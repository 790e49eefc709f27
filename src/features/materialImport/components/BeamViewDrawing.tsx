import type { ReactNode } from 'react';
import type { SignHabits } from '../../../../shared/materialImport.ts';
import { ArcArrow } from './ArcArrow.tsx';

type Turn = SignHabits['rotation'];

const center = [136, 52] as const;
const tiltDeg = 24;

/** The frame of both drawings: an eye that looks into the beam at the left, what it sees at the right. */
function BeamView({ children }: { children: ReactNode }) {
  return (
    <svg viewBox="0 0 200 104" aria-hidden="true" className="w-full max-w-[230px]" fontSize="11">
      <path d="M 10 52 Q 26 34 42 52 Q 26 70 10 52 Z" fill="none" stroke="var(--muted)" strokeWidth="1.6" />
      <circle cx="26" cy="52" r="5.5" fill="var(--muted)" />
      <line x1="48" x2="76" y1="52" y2="52" stroke="var(--muted)" strokeDasharray="3 3" />
      <circle cx={center[0]} cy={center[1]} r="46" fill="var(--panel)" stroke="var(--line)" />
      {children}
    </svg>
  );
}

function Stroke({ angleDeg, color, dash }: { angleDeg: number; color: string; dash?: string }) {
  const angle = (angleDeg * Math.PI) / 180;
  const [dx, dy] = [40 * Math.cos(angle), -40 * Math.sin(angle)];
  return (
    <line
      x1={center[0] - dx}
      y1={center[1] - dy}
      x2={center[0] + dx}
      y2={center[1] + dy}
      stroke={color}
      strokeWidth={dash ? 1.4 : 2.2}
      strokeDasharray={dash}
    />
  );
}

/** The plane of polarization before (dashed) and after a positive rotation. */
export function RotationDrawing({ turns }: { turns: Turn }) {
  const sense = turns === 'counter-clockwise' ? 1 : -1;
  return (
    <BeamView>
      <Stroke angleDeg={90} color="var(--muted)" dash="4 3" />
      <Stroke angleDeg={90 + sense * tiltDeg} color="var(--rotation)" />
      <ArcArrow
        center={center}
        radius={34}
        fromDeg={90}
        toDeg={90 + sense * (tiltDeg + 2)}
        color="var(--rotation)"
      />
      <text x={center[0] + (sense > 0 ? -40 : 24)} y="22" fill="var(--rotation)" fontWeight="600">
        +φ
      </text>
    </BeamView>
  );
}

/** The path of the tip of the field of light with positive ellipticity. */
export function EllipticityDrawing({ turns }: { turns: Turn }) {
  const sense = turns === 'counter-clockwise' ? 1 : -1;
  return (
    <BeamView>
      <ArcArrow
        center={center}
        radius={38}
        flatten={0.55}
        fromDeg={90 + sense * 20}
        toDeg={90 + sense * 350}
        color="var(--ellipticity)"
        width={2.4}
      />
      <text x={center[0] - 8} y={center[1] + 4} fill="var(--ellipticity)" fontWeight="600">
        +χ
      </text>
    </BeamView>
  );
}
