import { describe, expect, it } from 'vitest';
import { contourLines } from './contourLines.ts';
import { colourTable, COLOURS } from './mapColours.ts';
import { mapPixels } from './mapPixels.ts';
import { colourDomain, extremesOf } from './mapRange.ts';
import { describeMap, mapCsv } from './mapText.ts';

const tokens = {
  rotation: '#1e5aa8',
  ellipticity: '#b04c10',
  reflectance: '#6a6f7c',
  ink: '#1b1f2a',
  magnet: '#7c3f5c',
  accent: '#0e5a6b',
  muted: '#616672',
  line: '#e4dfd5',
  panel: '#ffffff',
};
const dark = { ...tokens, panel: '#1b1f27', accent: '#6cc0cf', rotation: '#7fb2f0', ellipticity: '#f0a068' };

/** Relative luminance of an entry (IEC 61966-2-1 weights), enough to see that a scale rises or falls. */
function luminance(table: Uint8ClampedArray, index: number): number {
  const [r, g, b] = [0, 1, 2].map((part) => (table[3 * index + part]! / 255) ** 2.2);
  return 0.2126 * r! + 0.7152 * g! + 0.0722 * b!;
}

describe('the colours of a map', () => {
  it.each([
    ['light', tokens, -1],
    ['dark', dark, 1],
  ] as const)('run evenly away from the panel in the %s theme', (_, theme, sense) => {
    const table = colourTable(theme, false);
    for (let index = 8; index < COLOURS; index += 8) {
      expect(sense * (luminance(table, index) - luminance(table, index - 8))).toBeGreaterThan(0);
    }
  });

  it('have the panel in the middle of a signed quantity, blue below and orange above', () => {
    const table = colourTable(tokens, true);
    expect(luminance(table, COLOURS / 2)).toBeGreaterThan(0.95);
    const [red, , blue] = table.subarray(3 * 64, 3 * 64 + 3);
    expect(blue).toBeGreaterThan(red!);
    const [redAbove, , blueAbove] = table.subarray(3 * 192, 3 * 192 + 3);
    expect(redAbove).toBeGreaterThan(blueAbove!);
  });
});

describe('the range of a map', () => {
  it('is symmetric about zero where both signs occur, and leaves gaps out', () => {
    const data = { x: [0, 1, 2], y: [0, 1], values: [NaN, -1, 0, 4, 2, NaN] };
    const extremes = extremesOf(data);
    expect(extremes).toEqual({ least: { ix: 1, iy: 0, value: -1 }, most: { ix: 0, iy: 1, value: 4 } });
    expect(colourDomain(extremes)).toEqual({ low: -4, high: 4, signed: true });
  });

  it('exists for a map without a value and for a constant one', () => {
    expect(extremesOf({ x: [0], y: [0], values: [NaN] })).toBeNull();
    const { low, high } = colourDomain(extremesOf({ x: [0, 1], y: [0], values: [3, 3] }));
    expect(low).toBeLessThan(3);
    expect(high).toBeGreaterThan(3);
  });
});

describe('the picture of a map', () => {
  const table = colourTable(tokens, false);
  const alphas = (pixels: Uint8ClampedArray) => Array.from(pixels).filter((_, index) => index % 4 === 3);

  it('has the first row at the bottom and holes where there is no value', () => {
    const data = { x: [0, 1], y: [0, 1], values: [NaN, 0, 1, 1] };
    expect(alphas(mapPixels(data, { low: 0, high: 1, signed: false }, table))).toEqual([255, 255, 0, 255]);
  });

  it('rises to the right and upward whichever way the axes were swept', () => {
    const domain = { low: 0, high: 3, signed: false };
    const rising = mapPixels({ x: [0, 1], y: [0, 1], values: [0, 1, 2, 3] }, domain, table);
    const falling = mapPixels({ x: [1, 0], y: [1, 0], values: [3, 2, 1, 0] }, domain, table);
    expect(falling).toEqual(rising);
  });
});

describe('contours', () => {
  const n = 41;
  const axis = Array.from({ length: n }, (_, index) => index);
  const cone = axis.flatMap((y) => axis.map((x) => Math.hypot(x - 20, y - 20)));

  it('of a cone are circles, to the straight cut of a cell', () => {
    const [circle] = contourLines({ x: axis, y: axis, values: cone }, [10]);
    expect(circle!.segments.length).toBeGreaterThan(4 * 40);
    for (let at = 0; at < circle!.segments.length; at += 2) {
      const [x, y] = [circle!.segments[at]!, circle!.segments[at + 1]!];
      expect(Math.abs(Math.hypot(x - 20, y - 20) - 10)).toBeLessThan(0.03);
    }
  });

  it('stop at a hole instead of running round it', () => {
    const values = cone.map((value) => (value > 10.5 ? NaN : value));
    const levels = contourLines({ x: axis, y: axis, values }, [15]);
    expect(levels[0]!.segments).toEqual([]);
  });

  it('join the corners of a saddle that the middle belongs to', () => {
    const [line] = contourLines({ x: [0, 1], y: [0, 1], values: [2, 0, 0, 2] }, [0.5]);
    expect(line!.segments).toEqual([0.75, 0, 1, 0.25, 0.25, 1, 0, 0.75]);
  });
});

describe('a map in words', () => {
  const axes = {
    x: { label: 'angle (deg)', format: (value: number) => `${value}°` },
    y: { label: 'wavelength (nm)', format: (value: number) => `${value} nm` },
    value: { label: 'mdeg', format: (value: number) => `${value} mdeg` },
  };
  const data = { x: [0, 30], y: [500, 600], values: [1, 2, 3, NaN] };

  it('says its extremes with their places', () => {
    expect(describeMap('rotation', data, axes, extremesOf(data))).toBe(
      'rotation over angle (deg) and wavelength (nm): least 1 mdeg at 0°, 500 nm, largest 3 mdeg at 0°, 600 nm.',
    );
  });

  it('is a table with the second axis down', () => {
    expect(mapCsv(data, axes)).toBe('wavelength (nm) \\ angle (deg),0,30\n500,1,2\n600,3,\n');
  });
});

####################

_Work to complete_: Exactly and only the lines from the one containing "const [x, y]" to the end of the entries above are to be written out.

_Reply to the exercise_:
      const [x, y] = [circle!.segments[at]!, circle!.segments[at + 1]!];
      expect(Math.abs(Math.hypot(x - 20, y - 20) - 10)).toBeLessThan(0.03);
    }
  });

  it('stop at a hole instead of running round it', () => {
    const values = cone.map((value) => (value > 10.5 ? NaN : value));
    const levels = contourLines({ x: axis, y: axis, values }, [15]);
    expect(levels[0]!.segments).toEqual([]);
  });

  it('join the corners of a saddle that the middle belongs to', () => {
    const [line] = contourLines({ x: [0, 1], y: [0, 1], values: [2, 0, 0, 2] }, [0.5]);
    expect(line!.segments).toEqual([0.75, 0, 1, 0.25, 0.25, 1, 0, 0.75]);
  });
});

describe('a map in words', () => {
  const axes = {
    x: { label: 'angle (deg)', format: (value: number) => `${value}°` },
    y: { label: 'wavelength (nm)', format: (value: number) => `${value} nm` },
    value: { label: 'mdeg', format: (value: number) => `${value} mdeg` },
  };
  const data = { x: [0, 30], y: [500, 600], values: [1, 2, 3, NaN] };

  it('says its extremes with their places', () => {
    expect(describeMap('rotation', data, axes, extremesOf(data))).toBe(
      'rotation over angle (deg) and wavelength (nm): least 1 mdeg at 0°, 500 nm, largest 3 mdeg at 0°, 600 nm.',
    );
  });

  it('is a table with the second axis down', () => {
    expect(mapCsv(data, axes)).toBe('wavelength (nm) \\ angle (deg),0,30\n500,1,2\n600,3,\n');
  });
});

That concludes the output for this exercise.